- **THE RECORDS**:
- Opening Delimiter -

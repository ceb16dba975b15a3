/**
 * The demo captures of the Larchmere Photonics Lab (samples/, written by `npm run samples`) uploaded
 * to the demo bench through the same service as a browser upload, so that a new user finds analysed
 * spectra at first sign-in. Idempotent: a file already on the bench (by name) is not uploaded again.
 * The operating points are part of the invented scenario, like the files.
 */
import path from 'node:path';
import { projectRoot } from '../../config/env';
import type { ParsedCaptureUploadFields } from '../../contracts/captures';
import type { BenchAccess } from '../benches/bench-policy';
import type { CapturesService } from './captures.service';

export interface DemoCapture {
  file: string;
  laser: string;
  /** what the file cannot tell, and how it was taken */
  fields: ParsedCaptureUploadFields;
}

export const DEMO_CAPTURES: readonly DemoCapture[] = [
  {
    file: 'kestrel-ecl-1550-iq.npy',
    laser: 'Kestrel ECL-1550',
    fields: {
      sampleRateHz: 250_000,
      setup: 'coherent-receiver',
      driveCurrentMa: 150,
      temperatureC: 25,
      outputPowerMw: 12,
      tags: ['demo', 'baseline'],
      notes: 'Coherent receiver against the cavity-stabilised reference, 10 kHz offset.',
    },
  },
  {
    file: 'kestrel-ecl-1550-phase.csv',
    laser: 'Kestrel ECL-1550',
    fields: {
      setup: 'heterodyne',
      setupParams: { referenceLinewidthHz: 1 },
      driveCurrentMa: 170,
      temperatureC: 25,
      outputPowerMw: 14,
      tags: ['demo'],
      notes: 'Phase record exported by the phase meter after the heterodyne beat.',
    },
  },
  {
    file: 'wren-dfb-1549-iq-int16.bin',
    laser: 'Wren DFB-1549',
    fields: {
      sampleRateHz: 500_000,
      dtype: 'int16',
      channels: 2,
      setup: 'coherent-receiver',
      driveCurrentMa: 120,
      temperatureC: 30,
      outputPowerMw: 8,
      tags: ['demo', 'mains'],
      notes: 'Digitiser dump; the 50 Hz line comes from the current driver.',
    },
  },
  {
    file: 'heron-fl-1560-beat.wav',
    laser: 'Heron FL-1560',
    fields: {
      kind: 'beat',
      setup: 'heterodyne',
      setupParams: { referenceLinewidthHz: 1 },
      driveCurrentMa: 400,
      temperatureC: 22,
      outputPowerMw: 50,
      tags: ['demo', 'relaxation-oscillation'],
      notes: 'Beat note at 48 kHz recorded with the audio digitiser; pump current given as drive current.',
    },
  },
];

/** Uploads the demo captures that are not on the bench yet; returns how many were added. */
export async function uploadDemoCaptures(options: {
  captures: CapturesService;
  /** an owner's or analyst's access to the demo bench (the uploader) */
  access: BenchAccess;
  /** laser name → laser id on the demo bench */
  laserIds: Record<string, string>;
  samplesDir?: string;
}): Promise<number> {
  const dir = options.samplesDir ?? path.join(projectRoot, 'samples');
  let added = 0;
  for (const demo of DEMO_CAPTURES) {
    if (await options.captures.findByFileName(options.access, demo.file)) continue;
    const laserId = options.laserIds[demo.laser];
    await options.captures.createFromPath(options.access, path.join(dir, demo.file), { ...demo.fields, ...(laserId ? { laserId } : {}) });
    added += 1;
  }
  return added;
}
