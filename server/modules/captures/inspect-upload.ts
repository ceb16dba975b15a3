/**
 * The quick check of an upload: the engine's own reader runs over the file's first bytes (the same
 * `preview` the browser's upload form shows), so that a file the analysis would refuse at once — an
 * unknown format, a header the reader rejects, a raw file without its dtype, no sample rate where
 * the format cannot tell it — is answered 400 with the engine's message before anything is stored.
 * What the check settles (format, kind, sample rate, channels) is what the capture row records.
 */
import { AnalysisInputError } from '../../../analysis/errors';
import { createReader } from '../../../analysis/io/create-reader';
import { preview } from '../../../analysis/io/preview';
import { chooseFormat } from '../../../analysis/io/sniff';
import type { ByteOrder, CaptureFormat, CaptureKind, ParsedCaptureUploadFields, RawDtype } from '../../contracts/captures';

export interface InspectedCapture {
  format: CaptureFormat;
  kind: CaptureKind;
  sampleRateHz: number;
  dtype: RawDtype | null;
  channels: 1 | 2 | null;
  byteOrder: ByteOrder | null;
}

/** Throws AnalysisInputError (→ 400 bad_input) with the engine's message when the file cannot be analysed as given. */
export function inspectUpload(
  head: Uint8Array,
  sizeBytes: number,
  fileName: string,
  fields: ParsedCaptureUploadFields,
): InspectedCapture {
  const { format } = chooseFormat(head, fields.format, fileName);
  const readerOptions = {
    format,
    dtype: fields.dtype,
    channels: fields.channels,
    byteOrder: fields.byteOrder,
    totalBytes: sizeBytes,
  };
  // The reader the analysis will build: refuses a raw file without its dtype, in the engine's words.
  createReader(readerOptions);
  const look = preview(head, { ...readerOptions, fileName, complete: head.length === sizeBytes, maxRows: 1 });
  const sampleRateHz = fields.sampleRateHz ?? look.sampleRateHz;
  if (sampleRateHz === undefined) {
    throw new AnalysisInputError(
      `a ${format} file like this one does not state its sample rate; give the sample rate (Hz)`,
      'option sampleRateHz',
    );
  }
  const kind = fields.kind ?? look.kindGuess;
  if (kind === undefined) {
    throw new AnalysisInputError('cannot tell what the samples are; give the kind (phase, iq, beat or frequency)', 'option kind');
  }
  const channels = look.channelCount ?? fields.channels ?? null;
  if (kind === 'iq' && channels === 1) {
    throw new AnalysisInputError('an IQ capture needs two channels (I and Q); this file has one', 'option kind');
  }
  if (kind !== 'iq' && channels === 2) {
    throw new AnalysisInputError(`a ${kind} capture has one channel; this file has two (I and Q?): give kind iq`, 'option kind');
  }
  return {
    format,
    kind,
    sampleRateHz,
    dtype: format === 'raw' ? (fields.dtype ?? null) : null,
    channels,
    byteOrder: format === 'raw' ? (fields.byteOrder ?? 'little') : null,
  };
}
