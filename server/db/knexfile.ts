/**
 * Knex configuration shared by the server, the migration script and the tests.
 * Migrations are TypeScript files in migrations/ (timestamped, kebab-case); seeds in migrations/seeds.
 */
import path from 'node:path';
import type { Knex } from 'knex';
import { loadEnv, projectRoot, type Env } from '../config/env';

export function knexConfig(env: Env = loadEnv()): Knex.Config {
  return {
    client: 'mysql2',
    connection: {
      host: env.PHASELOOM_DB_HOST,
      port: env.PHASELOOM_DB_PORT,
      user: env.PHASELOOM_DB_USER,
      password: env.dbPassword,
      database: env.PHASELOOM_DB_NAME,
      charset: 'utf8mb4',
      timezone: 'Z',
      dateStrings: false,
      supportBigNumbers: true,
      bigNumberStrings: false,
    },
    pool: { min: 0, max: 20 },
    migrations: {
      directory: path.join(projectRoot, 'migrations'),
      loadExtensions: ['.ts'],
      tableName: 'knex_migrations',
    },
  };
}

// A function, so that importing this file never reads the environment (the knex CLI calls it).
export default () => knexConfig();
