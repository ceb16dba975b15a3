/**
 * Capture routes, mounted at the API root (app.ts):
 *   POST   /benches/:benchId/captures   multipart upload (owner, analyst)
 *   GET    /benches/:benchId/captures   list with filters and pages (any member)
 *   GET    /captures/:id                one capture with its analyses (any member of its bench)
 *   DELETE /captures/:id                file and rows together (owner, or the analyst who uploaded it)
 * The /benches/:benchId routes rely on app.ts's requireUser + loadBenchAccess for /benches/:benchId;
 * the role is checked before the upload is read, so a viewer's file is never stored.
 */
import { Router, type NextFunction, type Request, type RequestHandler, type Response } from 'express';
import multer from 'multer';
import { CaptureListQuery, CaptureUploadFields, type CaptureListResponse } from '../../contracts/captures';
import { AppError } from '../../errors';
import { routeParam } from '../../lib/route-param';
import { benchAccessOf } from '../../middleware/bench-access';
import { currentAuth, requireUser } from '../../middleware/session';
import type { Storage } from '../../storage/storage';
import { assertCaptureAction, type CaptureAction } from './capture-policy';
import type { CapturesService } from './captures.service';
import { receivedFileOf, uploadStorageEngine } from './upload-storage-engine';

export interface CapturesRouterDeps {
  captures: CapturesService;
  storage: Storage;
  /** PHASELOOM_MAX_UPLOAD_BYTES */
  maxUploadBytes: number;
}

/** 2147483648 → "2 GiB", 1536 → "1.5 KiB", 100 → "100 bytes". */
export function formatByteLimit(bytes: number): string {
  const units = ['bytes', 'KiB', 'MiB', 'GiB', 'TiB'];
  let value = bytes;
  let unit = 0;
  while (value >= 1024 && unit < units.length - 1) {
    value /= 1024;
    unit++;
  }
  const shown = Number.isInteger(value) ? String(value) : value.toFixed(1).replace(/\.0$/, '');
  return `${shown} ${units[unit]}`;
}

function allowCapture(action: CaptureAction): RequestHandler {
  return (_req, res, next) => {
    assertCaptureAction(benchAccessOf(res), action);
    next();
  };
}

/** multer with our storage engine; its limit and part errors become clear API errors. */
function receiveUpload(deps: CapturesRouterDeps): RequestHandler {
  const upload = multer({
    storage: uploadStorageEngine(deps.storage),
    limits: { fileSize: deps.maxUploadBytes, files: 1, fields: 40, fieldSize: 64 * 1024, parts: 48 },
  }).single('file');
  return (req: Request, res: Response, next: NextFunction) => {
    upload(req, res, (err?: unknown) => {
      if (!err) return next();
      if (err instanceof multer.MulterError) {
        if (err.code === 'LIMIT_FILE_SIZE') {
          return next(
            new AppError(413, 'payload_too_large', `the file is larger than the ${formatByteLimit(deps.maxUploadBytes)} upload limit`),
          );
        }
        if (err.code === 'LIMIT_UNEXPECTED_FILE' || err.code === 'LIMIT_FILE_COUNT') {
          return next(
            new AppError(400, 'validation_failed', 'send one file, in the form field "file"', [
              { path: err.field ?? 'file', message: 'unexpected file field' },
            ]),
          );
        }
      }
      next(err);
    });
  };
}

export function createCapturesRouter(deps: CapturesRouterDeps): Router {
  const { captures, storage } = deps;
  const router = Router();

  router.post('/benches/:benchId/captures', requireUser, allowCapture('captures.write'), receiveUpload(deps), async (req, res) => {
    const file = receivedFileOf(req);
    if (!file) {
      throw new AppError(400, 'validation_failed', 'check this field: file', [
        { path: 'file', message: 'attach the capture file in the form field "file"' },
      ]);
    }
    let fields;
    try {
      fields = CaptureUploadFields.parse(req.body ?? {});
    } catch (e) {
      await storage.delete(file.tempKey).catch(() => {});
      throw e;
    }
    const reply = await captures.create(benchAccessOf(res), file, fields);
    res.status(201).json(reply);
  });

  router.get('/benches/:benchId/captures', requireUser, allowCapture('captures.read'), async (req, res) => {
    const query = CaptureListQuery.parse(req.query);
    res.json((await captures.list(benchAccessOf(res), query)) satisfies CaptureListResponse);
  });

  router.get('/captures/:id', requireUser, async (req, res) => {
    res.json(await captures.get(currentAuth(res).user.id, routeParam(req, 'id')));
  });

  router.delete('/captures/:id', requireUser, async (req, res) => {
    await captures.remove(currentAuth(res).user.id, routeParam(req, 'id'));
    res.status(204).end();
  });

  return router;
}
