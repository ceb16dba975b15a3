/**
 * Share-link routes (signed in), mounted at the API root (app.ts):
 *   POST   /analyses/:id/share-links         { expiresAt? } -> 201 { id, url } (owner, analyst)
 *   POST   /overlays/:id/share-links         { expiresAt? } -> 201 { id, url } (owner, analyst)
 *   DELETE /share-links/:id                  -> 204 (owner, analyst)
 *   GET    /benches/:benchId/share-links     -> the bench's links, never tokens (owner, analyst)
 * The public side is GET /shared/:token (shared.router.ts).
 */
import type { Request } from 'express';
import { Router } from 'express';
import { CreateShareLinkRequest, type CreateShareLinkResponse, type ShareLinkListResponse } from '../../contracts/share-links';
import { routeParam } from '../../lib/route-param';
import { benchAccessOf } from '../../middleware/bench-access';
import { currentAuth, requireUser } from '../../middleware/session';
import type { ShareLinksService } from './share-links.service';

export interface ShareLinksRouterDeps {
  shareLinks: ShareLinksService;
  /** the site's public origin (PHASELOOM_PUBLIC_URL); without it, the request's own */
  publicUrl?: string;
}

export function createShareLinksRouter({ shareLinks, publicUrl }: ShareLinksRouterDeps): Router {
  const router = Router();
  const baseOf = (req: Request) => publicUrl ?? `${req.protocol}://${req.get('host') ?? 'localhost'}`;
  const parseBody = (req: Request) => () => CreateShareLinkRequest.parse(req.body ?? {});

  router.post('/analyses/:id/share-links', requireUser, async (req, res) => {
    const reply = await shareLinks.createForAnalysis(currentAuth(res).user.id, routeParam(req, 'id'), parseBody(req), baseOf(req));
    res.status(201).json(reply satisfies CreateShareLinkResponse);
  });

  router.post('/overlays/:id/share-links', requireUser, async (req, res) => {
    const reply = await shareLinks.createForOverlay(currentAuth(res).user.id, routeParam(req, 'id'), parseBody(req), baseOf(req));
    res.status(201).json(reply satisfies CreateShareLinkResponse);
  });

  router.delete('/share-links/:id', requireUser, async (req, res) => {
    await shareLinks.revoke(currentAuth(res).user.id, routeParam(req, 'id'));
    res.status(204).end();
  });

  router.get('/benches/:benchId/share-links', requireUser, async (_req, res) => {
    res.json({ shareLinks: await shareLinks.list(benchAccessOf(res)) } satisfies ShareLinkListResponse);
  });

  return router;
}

- Closing Delimiter -

- **WHAT IS REQUIRED**: Only a number should be returned: how many lines in the material contain "allowCapture"?

- **WRITTEN ANSWER**: 3